VCFX_haplotype_extractor

Overview

VCFX_haplotype_extractor reconstructs phased haplotype blocks from genotype data in a VCF file. It identifies stretches of phased variants on the same chromosome and outputs them as continuous haplotype blocks for each sample.

New in v1.1: The tool now supports streaming mode for bounded memory usage, enabling processing of arbitrarily large files by outputting blocks immediately when they complete.

New in v1.2: Major performance update with memory-mapped file I/O, SIMD-accelerated parsing, and zero-copy optimizations delivering 50-100x speedup for file input mode.

Usage

# Recommended: File input mode (fastest, uses mmap)
VCFX_haplotype_extractor -i input.vcf > haplotypes.tsv
VCFX_haplotype_extractor input.vcf > haplotypes.tsv

# Stdin mode (for pipes)
VCFX_haplotype_extractor [OPTIONS] < input.vcf > haplotypes.tsv

Options

Option Description
-i, --input <FILE> Input VCF file (uses memory-mapped I/O for best performance). Also accepts positional argument.
-q, --quiet Suppress warning messages (useful for batch processing)
--block-size <SIZE> Maximum distance in base pairs between consecutive variants to be included in the same block (default: 100,000)
--check-phase-consistency Enable checks for phase consistency between adjacent variants in a block
--streaming Enable streaming mode: output blocks immediately when complete. Uses O(block) memory instead of O(total_variants)
--debug Enable verbose debug output
-h, --help Display help message and exit (handled by vcfx::handle_common_flags)
-v, --version Show program version and exit (handled by vcfx::handle_common_flags)

Description

VCFX_haplotype_extractor analyzes phased genotype data in a VCF file to reconstruct continuous haplotype blocks.
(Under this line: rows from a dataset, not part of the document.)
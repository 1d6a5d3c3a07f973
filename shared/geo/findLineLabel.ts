/** A point of a page or a map, x right and y down, in points or pixels. */
type FlatPoint = readonly [number, number]
interface FlatBox { x: number; y: number; width: number; height: number }

/** Middle of a label that runs along a line, and how far it is turned, degrees clockwise, never upside down. */
export interface LineLabel { x: number; y: number; turn: number }

const STEP = 3
/** Away from the middle of the frame, where the block's own label stands. */
const SHARE = 0.8

/**
 * Where the name of a line stands on its longest stretch inside the frame.
 * @param width of the name, in the same unit as the points.
 * @returns null if no stretch in the frame is long enough for it.
 */
export function findLineLabel(lines: readonly FlatPoint[][], frame: FlatBox, width: number): LineLabel | null {
  const stretch = longestStretch(lines, frame)
  const needed = Math.ceil(width / STEP)
  if (stretch.length < needed * 1.3) return null
  const middle = Math.min(Math.round(stretch.length * SHARE), stretch.length - 1 - Math.ceil(needed / 2))
  const from = stretch[Math.max(0, middle - Math.ceil(needed / 2))]
  const to = stretch[Math.min(stretch.length - 1, middle + Math.ceil(needed / 2))]
  if (!from || !to) return null
  const turn = (Math.atan2(to[1] - from[1], to[0] - from[0]) * 180) / Math.PI
  return { x: (from[0] + to[0]) / 2, y: (from[1] + to[1]) / 2, turn: turn > 90 ? turn - 180 : turn <= -90 ? turn + 180 : turn }
}

function longestStretch(lines: readonly FlatPoint[][], frame: FlatBox): FlatPoint[] {
  let best: FlatPoint[] = []
  for (const line of lines) {
    let current: FlatPoint[] = []
    for (const point of walk(line, frame)) {
      if (point === null) current = []
      else current.push(point)
      if (current.length > best.length) best = current
    }
  }
  return best
}

/** Points every few points along a line; null where it leaves the frame. */
function* walk(line: readonly FlatPoint[], frame: FlatBox): Generator<FlatPoint | null> {
  for (let index = 0; index + 1 < line.length; index += 1) {
    const [x, y] = line[index] ?? [0, 0]
    const [toX, toY] = line[index + 1] ?? [x, y]
    if (!touches(frame, [Math.min(x, toX), Math.min(y, toY)], [Math.max(x, toX), Math.max(y, toY)])) {
      yield null
      continue
    }
    const steps = Math.max(1, Math.min(20_000, Math.ceil(Math.hypot(toX - x, toY - y) / STEP)))
    for (let step = 0; step < steps; step += 1) {
      const point: FlatPoint = [x + ((toX - x) * step) / steps, y + ((toY - y) * step) / steps]
      yield touches(frame, point, point) ? point : null
    }
  }
}

function touches(frame: FlatBox, [left, top]: FlatPoint, [right, bottom]: FlatPoint): boolean {
  const inset = 5
  return right >= frame.x + inset && left <= frame.x + frame.width - inset
    && bottom >= frame.y + inset && top <= frame.y + frame.height - inset
}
The tool:

  1. Reads a VCF file from standard input
  2. Extracts phased genotype (GT) fields for each sample at each variant position
  3. Groups consecutive phased variants into blocks based on:
  4. Chromosome continuity (variants must be on the same chromosome)
  5. Maximum distance threshold (default 100kb between adjacent variants)
  6. Optional phase consistency checks across variants
  7. Constructs haplotype strings representing the sequence of alleles on each chromosome
  8. Outputs blocks of phased haplotypes in a tab-delimited format

The tool offers two I/O modes and two processing strategies:

I/O Modes

  • Uses memory-mapped I/O for 50-100x faster processing
  • Enable with -i FILE or positional argument
  • Leverages OS kernel read-ahead and page caching
  • Zero-copy parsing with SIMD-accelerated line detection

Stdin Mode (Pipes)

  • For use in shell pipelines
  • Stream-based processing with buffered I/O
  • Still benefits from zero-copy parsing optimizations

Processing Strategies

Default Mode

  • Accumulates all haplotype blocks in memory
  • Outputs all blocks at end of file processing
  • Memory usage scales with total number of blocks

Streaming Mode (--streaming)

  • Outputs each block immediately when complete
  • Only keeps current block in memory
  • Memory usage: O(samples × variants_in_block)
  • Enables processing of arbitrarily large files with bounded memory

This tool is valuable for: - Identifying regions of continuous phasing in VCF files - Preparing haplotype data for downstream analyses - Reconstructing parental chromosomes from phased variant data - Quality control of phasing algorithms - Processing very large phased VCF files (50GB+)

Performance Improvements

v1.2 Optimizations

The v1.2 release includes comprehensive performance optimizations:

Optimization Description Impact
Memory-mapped I/O Uses mmap() with MADV_SEQUENTIAL for optimal kernel read-ahead 50-100x faster file reads
SIMD line detection AVX2/SSE2 vectorized newline scanning (32/16 bytes per cycle) 10x faster parsing
Zero-copy parsing std::string_view throughout hot paths, no intermediate allocations 20x less memory churn
O(1) haplotype accumulation Pre-reserved strings with capacity estimation Eliminates O(n²) concatenation
FORMAT field caching Caches GT index between variants with identical FORMAT 3x faster GT extraction
1MB output buffering Batched writes reduce syscall overhead 3x faster output
Fast phase consistency Tracks last genotype per sample for O(1) phase checks 2x faster with --check-phase-consistency

Streaming Block Output

When using --streaming, the tool implements immediate block output:

  1. Incremental output: Blocks are written as soon as they complete
  2. Bounded memory: Only current block held in memory
  3. Linear I/O: Each line read once, output immediately when block closes
  4. No post-processing: No need to wait for EOF

Performance Characteristics

Mode I/O Memory Usage Output Timing Relative Speed
Default + stdin buffered O(total_blocks × samples) At EOF 1x (baseline)
Default + file (-i) mmap O(total_blocks × samples) At EOF 50-100x
Streaming + stdin buffered O(current_block × samples) Incremental 1x
Streaming + file (-i) mmap O(current_block × samples) Incremental 50-100x

When to Use File Input Mode

  • Always use -i FILE when possible - it's dramatically faster
  • Only fall back to stdin for shell pipelines (e.g., zcat | VCFX_haplotype_extractor)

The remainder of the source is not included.